DATASET CONTENT »
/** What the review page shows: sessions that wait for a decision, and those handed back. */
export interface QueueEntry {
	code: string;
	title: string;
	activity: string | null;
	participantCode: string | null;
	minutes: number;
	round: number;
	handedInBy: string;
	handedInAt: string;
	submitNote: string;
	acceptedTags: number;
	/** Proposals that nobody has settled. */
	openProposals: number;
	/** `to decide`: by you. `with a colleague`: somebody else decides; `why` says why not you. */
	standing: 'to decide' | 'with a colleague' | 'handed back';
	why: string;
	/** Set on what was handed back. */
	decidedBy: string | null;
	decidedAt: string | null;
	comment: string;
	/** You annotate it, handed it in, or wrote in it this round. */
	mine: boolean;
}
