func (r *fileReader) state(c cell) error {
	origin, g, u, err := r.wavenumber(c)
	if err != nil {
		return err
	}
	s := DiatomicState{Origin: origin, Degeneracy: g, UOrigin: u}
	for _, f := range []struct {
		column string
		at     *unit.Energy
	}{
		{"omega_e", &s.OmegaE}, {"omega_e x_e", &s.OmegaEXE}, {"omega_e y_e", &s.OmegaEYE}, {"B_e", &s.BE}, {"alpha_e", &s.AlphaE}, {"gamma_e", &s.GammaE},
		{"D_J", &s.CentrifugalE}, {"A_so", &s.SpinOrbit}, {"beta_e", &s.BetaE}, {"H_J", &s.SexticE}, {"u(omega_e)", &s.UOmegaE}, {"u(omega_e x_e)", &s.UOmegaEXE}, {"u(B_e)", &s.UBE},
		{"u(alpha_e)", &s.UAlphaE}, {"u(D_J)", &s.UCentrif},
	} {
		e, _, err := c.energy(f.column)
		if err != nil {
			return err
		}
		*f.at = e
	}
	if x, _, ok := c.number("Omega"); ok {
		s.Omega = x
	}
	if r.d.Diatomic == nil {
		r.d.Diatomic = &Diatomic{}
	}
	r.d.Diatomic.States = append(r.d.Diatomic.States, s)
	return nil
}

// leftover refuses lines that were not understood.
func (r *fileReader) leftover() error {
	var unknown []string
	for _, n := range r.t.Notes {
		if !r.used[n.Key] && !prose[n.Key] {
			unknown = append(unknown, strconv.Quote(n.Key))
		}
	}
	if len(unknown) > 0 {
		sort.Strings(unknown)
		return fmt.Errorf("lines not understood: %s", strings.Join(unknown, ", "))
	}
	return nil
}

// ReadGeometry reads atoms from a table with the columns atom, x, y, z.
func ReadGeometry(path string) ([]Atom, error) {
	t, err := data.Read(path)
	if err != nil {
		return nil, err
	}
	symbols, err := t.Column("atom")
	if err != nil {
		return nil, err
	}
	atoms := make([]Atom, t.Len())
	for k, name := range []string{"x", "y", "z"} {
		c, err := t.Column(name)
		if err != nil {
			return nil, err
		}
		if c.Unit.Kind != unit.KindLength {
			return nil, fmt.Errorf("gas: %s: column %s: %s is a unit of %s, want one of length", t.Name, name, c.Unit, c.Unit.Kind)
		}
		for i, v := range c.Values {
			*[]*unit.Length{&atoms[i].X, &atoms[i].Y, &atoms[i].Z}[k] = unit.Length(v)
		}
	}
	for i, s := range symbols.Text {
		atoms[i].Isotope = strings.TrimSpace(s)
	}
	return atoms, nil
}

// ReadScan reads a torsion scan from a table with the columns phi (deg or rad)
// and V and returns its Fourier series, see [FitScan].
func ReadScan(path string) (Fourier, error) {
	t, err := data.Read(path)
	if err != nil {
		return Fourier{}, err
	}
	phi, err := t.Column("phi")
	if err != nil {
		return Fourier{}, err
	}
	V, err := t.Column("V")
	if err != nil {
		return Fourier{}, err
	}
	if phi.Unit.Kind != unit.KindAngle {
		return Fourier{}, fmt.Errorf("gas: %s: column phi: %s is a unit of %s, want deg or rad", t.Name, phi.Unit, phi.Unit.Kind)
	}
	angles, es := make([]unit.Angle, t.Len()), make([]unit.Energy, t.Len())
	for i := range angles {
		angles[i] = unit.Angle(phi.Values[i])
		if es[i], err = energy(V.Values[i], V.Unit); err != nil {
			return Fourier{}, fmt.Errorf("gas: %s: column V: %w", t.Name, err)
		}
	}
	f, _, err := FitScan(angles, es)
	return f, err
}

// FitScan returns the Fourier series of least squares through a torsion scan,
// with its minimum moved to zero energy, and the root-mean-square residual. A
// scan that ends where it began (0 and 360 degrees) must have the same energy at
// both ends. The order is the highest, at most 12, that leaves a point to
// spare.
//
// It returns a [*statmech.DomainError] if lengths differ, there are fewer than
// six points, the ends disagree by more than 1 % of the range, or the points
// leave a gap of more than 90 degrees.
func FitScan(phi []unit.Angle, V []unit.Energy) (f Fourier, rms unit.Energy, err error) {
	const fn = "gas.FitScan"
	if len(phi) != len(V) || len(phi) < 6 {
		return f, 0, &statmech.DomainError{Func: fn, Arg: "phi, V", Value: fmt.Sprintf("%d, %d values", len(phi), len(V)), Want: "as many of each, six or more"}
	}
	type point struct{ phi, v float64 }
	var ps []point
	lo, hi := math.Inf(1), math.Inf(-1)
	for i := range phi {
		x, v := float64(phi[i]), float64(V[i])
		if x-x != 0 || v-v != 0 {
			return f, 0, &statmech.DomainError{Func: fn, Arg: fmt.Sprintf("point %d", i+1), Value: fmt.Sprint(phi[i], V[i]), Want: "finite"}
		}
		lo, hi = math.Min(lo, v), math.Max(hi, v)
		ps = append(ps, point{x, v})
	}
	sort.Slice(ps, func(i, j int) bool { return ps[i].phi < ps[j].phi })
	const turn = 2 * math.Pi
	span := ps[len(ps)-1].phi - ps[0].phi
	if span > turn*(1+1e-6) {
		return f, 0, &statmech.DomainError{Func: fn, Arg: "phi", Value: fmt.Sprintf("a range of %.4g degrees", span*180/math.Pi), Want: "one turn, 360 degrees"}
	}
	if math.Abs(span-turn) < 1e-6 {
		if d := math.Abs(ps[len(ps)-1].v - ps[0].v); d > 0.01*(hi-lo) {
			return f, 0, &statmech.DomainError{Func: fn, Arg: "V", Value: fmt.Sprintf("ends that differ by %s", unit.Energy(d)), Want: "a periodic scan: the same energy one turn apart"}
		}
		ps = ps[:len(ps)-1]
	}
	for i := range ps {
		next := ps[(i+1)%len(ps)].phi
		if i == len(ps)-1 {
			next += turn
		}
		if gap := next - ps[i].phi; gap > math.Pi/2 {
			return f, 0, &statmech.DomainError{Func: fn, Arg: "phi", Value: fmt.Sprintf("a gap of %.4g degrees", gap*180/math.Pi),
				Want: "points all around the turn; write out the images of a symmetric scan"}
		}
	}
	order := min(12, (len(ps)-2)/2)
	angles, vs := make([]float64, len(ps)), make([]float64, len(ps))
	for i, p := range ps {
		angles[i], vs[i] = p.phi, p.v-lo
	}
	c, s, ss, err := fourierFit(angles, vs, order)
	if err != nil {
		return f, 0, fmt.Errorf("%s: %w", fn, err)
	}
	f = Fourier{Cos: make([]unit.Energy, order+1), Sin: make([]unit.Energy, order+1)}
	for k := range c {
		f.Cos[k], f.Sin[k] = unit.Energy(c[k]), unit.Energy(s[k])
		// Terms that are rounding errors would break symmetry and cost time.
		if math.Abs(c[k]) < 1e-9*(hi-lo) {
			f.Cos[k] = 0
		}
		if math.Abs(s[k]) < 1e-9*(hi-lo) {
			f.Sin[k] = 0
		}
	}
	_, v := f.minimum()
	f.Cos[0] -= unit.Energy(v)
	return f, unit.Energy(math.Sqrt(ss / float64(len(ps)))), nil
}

EXERCISE GOAL »
None of the records may be omitted or altered when they are given again.

EXERCISE ANSWER »
/** What the review page shows: sessions that wait for a decision, and those handed back. */
export interface QueueEntry {
	code: string;
	title: string;
	activity: string | null;
	participantCode: string | null;
	minutes: number;
	round: number;
	handedInBy: string;
	handedInAt: string;
	submitNote: string;
	acceptedTags: number;
	/** Proposals that nobody has settled. */
	openProposals: number;
	/** `to decide`: by you. `with a colleague`: somebody else decides; `why` says why not you. */
	standing: 'to decide' | 'with a colleague' | 'handed back';
	why: string;
	/** Set on what was handed back. */
	decidedBy: string | null;
	decidedAt: string | null;
	comment: string;
	/** You annotate it, handed it in, or wrote in it this round. */
	mine: boolean;
}
func (r *fileReader) state(c cell) error {
	origin, g, u, err := r.wavenumber(c)
	if err != nil {
		return err
	}
	s := DiatomicState{Origin: origin, Degeneracy: g, UOrigin: u}
	for _, f := range []struct {
		column string
		at     *unit.Energy
	}{
		{"omega_e", &s.OmegaE}, {"omega_e x_e", &s.OmegaEXE}, {"omega_e y_e", &s.OmegaEYE}, {"B_e", &s.BE}, {"alpha_e", &s.AlphaE}, {"gamma_e", &s.GammaE},
		{"D_J", &s.CentrifugalE}, {"A_so", &s.SpinOrbit}, {"beta_e", &s.BetaE}, {"H_J", &s.SexticE}, {"u(omega_e)", &s.UOmegaE}, {"u(omega_e x_e)", &s.UOmegaEXE}, {"u(B_e)", &s.UBE},
		{"u(alpha_e)", &s.UAlphaE}, {"u(D_J)", &s.UCentrif},
	} {
		e, _, err := c.energy(f.column)
		if err != nil {
			return err
		}
		*f.at = e
	}
	if x, _, ok := c.number("Omega"); ok {
		s.Omega = x
	}
	if r.d.Diatomic == nil {
		r.d.Diatomic = &Diatomic{}
	}
	r.d.Diatomic.States = append(r.d.Diatomic.States, s)
	return nil
}

// leftover refuses lines that were not understood.
func (r *fileReader) leftover() error {
	var unknown []string
	for _, n := range r.t.Notes {
		if !r.used[n.Key] && !prose[n.Key] {
			unknown = append(unknown, strconv.Quote(n.Key))
		}
	}
	if len(unknown) > 0 {
		sort.Strings(unknown)
		return fmt.Errorf("lines not understood: %s", strings.Join(unknown, ", "))
	}
	return nil
}

// ReadGeometry reads atoms from a table with the columns atom, x, y, z.
func ReadGeometry(path string) ([]Atom, error) {
	t, err := data.Read(path)
	if err != nil {
		return nil, err
	}
	symbols, err := t.Column("atom")
	if err != nil {
		return nil, err
	}
	atoms := make([]Atom, t.Len())
	for k, name := range []string{"x", "y", "z"} {
		c, err := t.Column(name)
		if err != nil {
			return nil, err
		}
		if c.Unit.Kind != unit.KindLength {
			return nil, fmt.Errorf("gas: %s: column %s: %s is a unit of %s, want one of length", t.Name, name, c.Unit, c.Unit.Kind)
		}
		for i, v := range c.Values {
			*[]*unit.Length{&atoms[i].X, &atoms[i].Y, &atoms[i].Z}[k] = unit.Length(v)
		}
	}
	for i, s := range symbols.Text {
		atoms[i].Isotope = strings.TrimSpace(s)
	}
	return atoms, nil
}

// ReadScan reads a torsion scan from a table with the columns phi (deg or rad)
// and V and returns its Fourier series, see [FitScan].
func ReadScan(path string) (Fourier, error) {
	t, err := data.Read(path)
	if err != nil {
		return Fourier{}, err
	}
	phi, err := t.Column("phi")
	if err != nil {
		return Fourier{}, err
	}
	V, err := t.Column("V")
	if err != nil {
		return Fourier{}, err
	}
	if phi.Unit.Kind != unit.KindAngle {
		return Fourier{}, fmt.Errorf("gas: %s: column phi: %s is a unit of %s, want deg or rad", t.Name, phi.Unit, phi.Unit.Kind)
	}
	angles, es := make([]unit.Angle, t.Len()), make([]unit.Energy, t.Len())
	for i := range angles {
		angles[i] = unit.Angle(phi.Values[i])
		if es[i], err = energy(V.Values[i], V.Unit); err != nil {
			return Fourier{}, fmt.Errorf("gas: %s: column V: %w", t.Name, err)
		}
	}
	f, _, err := FitScan(angles, es)
	return f, err
}

// FitScan returns the Fourier series of least squares through a torsion scan,
// with its minimum moved to zero energy, and the root-mean-square residual. A
// scan that ends where it began (0 and 360 degrees) must have the same energy at
// both ends. The order is the highest, at most 12, that leaves a point to
// spare.
//
// It returns a [*statmech.DomainError] if lengths differ, there are fewer than
// six points, the ends disagree by more than 1 % of the range, or the points
// leave a gap of more than 90 degrees.
func FitScan(phi []unit.Angle, V []unit.Energy) (f Fourier, rms unit.Energy, err error) {
	const fn = "gas.FitScan"
	if len(phi) != len(V) || len(phi) < 6 {
		return f, 0, &statmech.DomainError{Func: fn, Arg: "phi, V", Value: fmt.Sprintf("%d, %d values", len(phi), len(V)), Want: "as many of each, six or more"}
	}
	type point struct{ phi, v float64 }
	var ps []point
	lo, hi := math.Inf(1), math.Inf(-1)
	for i := range phi {
		x, v := float64(phi[i]), float64(V[i])
		if x-x != 0 || v-v != 0 {
			return f, 0, &statmech.DomainError{Func: fn, Arg: fmt.Sprintf("point %d", i+1), Value: fmt.Sprint(phi[i], V[i]), Want: "finite"}
		}
		lo, hi = math.Min(lo, v), math.Max(hi, v)
		ps = append(ps, point{x, v})
	}
	sort.Slice(ps, func(i, j int) bool { return ps[i].phi < ps[j].phi })
	const turn = 2 * math.Pi
	span := ps[len(ps)-1].phi - ps[0].phi
	if span > turn*(1+1e-6) {
		return f, 0, &statmech.DomainError{Func: fn, Arg: "phi", Value: fmt.Sprintf("a range of %.4g degrees", span*180/math.Pi), Want: "one turn, 360 degrees"}
	}
	if math.Abs(span-turn) < 1e-6 {
		if d := math.Abs(ps[len(ps)-1].v - ps[0].v); d > 0.01*(hi-lo) {
			return f, 0, &statmech.DomainError{Func: fn, Arg: "V", Value: fmt.Sprintf("ends that differ by %s", unit.Energy(d)), Want: "a periodic scan: the same energy one turn apart"}
		}
		ps = ps[:len(ps)-1]
	}
	for i := range ps {
		next := ps[(i+1)%len(ps)].phi
		if i == len(ps)-1 {
			next += turn
		}
		if gap := next - ps[i].phi; gap > math.Pi/2 {
			return f, 0, &statmech.DomainError{Func: fn, Arg: "phi", Value: fmt.Sprintf("a gap of %.4g degrees", gap*180/math.Pi),
				Want: "points all around the turn; write out the images of a symmetric scan"}
		}
	}
	order := min(12, (len(ps)-2)/2)
	angles, vs := make([]float64, len(ps)), make([]float64, len(ps))
	for i, p := range ps {
		angles[i], vs[i] = p.phi, p.v-lo
	}
	c, s, ss, err := fourierFit(angles, vs, order)
	if err != nil {
		return f, 0, fmt.Errorf("%s: %w", fn, err)
	}
	f = Fourier{Cos: make([]unit.Energy, order+1), Sin: make([]unit.Energy, order+1)}
	for k := range c {
		f.Cos[k], f.Sin[k] = unit.Energy(c[k]), unit.Energy(s[k])
		// Terms that are rounding errors would break symmetry and cost time.
		if math.Abs(c[k]) < 1e-9*(hi-lo) {
			f.Cos[k] = 0
		}
		if math.Abs(s[k]) < 1e-9*(hi-lo) {
			f.Sin[k] = 0
		}
	}
	_, v := f.minimum()
	f.Cos[0] -= unit.Energy(v)
	return f, unit.Energy(math.Sqrt(ss / float64(len(ps)))), nil
}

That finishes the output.